◆ **Exercise objective**
Exactly the lines below from the one with "# Wrong exponents: each" up to and including the one with "c) for c in" make up the answer, with nothing else added.

◆ **Data provided**

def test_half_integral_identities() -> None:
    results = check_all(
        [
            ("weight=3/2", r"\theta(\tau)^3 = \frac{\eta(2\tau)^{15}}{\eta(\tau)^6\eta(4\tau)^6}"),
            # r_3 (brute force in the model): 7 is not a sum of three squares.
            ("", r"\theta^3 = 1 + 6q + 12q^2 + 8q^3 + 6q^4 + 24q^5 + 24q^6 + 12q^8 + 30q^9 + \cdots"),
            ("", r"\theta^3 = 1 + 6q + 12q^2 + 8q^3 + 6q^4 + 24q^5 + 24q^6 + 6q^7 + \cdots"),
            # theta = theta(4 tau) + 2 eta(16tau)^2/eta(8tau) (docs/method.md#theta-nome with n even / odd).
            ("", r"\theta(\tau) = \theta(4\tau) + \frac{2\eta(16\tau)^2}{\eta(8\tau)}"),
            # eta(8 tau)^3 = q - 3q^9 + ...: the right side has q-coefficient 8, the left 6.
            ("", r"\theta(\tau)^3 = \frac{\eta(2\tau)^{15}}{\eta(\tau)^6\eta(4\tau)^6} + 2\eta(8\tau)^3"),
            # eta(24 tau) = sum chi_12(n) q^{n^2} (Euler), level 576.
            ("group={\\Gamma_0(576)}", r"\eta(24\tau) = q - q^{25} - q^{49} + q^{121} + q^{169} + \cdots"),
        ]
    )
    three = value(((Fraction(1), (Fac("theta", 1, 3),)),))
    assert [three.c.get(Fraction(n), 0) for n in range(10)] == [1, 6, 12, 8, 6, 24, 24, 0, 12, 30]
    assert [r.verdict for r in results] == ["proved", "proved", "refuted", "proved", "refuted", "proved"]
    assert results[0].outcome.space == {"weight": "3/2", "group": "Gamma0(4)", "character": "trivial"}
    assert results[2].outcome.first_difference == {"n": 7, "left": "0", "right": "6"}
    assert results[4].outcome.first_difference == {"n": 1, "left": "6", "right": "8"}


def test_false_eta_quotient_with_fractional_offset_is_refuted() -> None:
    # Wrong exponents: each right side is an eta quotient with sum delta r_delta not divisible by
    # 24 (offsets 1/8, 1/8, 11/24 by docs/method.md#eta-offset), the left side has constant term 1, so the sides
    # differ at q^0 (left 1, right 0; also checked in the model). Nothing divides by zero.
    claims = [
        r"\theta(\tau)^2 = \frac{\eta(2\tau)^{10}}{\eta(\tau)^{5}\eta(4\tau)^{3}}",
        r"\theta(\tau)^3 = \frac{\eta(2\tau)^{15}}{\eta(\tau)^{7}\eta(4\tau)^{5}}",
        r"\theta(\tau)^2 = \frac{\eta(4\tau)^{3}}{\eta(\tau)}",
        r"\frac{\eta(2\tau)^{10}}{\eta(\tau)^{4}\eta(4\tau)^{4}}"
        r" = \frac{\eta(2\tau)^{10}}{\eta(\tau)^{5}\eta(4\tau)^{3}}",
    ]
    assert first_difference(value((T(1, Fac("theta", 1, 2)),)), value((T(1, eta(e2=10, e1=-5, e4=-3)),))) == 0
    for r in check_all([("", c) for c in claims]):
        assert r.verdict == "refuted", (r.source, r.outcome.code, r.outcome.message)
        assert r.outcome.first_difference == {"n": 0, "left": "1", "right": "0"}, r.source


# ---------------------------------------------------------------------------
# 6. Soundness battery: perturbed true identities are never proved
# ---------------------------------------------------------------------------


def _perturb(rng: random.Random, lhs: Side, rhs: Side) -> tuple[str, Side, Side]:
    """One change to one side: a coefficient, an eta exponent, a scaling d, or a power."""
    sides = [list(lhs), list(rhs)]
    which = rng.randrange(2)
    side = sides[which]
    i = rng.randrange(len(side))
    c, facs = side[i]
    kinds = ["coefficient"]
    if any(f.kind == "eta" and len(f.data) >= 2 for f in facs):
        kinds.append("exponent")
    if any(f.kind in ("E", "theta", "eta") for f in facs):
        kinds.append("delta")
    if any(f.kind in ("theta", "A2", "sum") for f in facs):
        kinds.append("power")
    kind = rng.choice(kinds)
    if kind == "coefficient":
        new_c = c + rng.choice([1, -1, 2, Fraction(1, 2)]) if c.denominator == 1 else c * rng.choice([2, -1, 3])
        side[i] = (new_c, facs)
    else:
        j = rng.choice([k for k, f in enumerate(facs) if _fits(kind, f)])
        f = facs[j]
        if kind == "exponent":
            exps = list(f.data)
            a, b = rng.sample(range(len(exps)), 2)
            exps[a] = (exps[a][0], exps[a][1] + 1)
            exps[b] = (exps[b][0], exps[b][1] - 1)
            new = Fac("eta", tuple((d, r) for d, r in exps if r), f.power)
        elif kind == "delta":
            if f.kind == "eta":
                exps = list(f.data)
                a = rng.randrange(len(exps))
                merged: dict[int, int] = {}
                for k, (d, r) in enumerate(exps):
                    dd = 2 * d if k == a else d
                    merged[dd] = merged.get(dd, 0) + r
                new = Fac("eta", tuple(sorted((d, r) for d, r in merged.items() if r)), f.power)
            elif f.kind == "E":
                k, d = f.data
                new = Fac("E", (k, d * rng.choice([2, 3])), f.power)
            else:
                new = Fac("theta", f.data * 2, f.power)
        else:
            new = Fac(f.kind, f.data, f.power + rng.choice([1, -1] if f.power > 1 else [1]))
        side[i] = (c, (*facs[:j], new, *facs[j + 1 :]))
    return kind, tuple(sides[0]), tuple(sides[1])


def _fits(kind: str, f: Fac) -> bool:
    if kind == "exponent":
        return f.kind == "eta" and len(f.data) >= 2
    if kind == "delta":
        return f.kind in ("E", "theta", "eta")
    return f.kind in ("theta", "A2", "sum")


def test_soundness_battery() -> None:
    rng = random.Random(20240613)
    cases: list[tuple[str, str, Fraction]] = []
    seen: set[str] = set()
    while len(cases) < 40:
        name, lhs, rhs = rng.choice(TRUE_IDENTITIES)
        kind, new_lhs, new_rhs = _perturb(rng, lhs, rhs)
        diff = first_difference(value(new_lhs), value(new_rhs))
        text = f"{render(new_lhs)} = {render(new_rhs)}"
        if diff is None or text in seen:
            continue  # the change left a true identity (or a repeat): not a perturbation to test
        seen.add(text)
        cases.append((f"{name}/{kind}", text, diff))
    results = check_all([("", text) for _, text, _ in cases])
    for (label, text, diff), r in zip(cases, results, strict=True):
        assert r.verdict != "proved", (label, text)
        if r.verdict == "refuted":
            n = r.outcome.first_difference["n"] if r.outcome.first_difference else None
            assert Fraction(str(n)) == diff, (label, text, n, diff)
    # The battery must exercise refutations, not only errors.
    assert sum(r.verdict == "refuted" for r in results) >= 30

◆ **Task answer**
    # Wrong exponents: each right side is an eta quotient with sum delta r_delta not divisible by
    # 24 (offsets 1/8, 1/8, 11/24 by docs/method.md#eta-offset), the left side has constant term 1, so the sides
    # differ at q^0 (left 1, right 0; also checked in the model). Nothing divides by zero.
    claims = [
        r"\theta(\tau)^2 = \frac{\eta(2\tau)^{10}}{\eta(\tau)^{5}\eta(4\tau)^{3}}",
        r"\theta(\tau)^3 = \frac{\eta(2\tau)^{15}}{\eta(\tau)^{7}\eta(4\tau)^{5}}",
        r"\theta(\tau)^2 = \frac{\eta(4\tau)^{3}}{\eta(\tau)}",
        r"\frac{\eta(2\tau)^{10}}{\eta(\tau)^{4}\eta(4\tau)^{4}}"
        r" = \frac{\eta(2\tau)^{10}}{\eta(\tau)^{5}\eta(4\tau)^{3}}",
    ]
    assert first_difference(value((T(1, Fac("theta", 1, 2)),)), value((T(1, eta(e2=10, e1=-5, e4=-3)),))) == 0
    for r in check_all([("", c) for c in claims]):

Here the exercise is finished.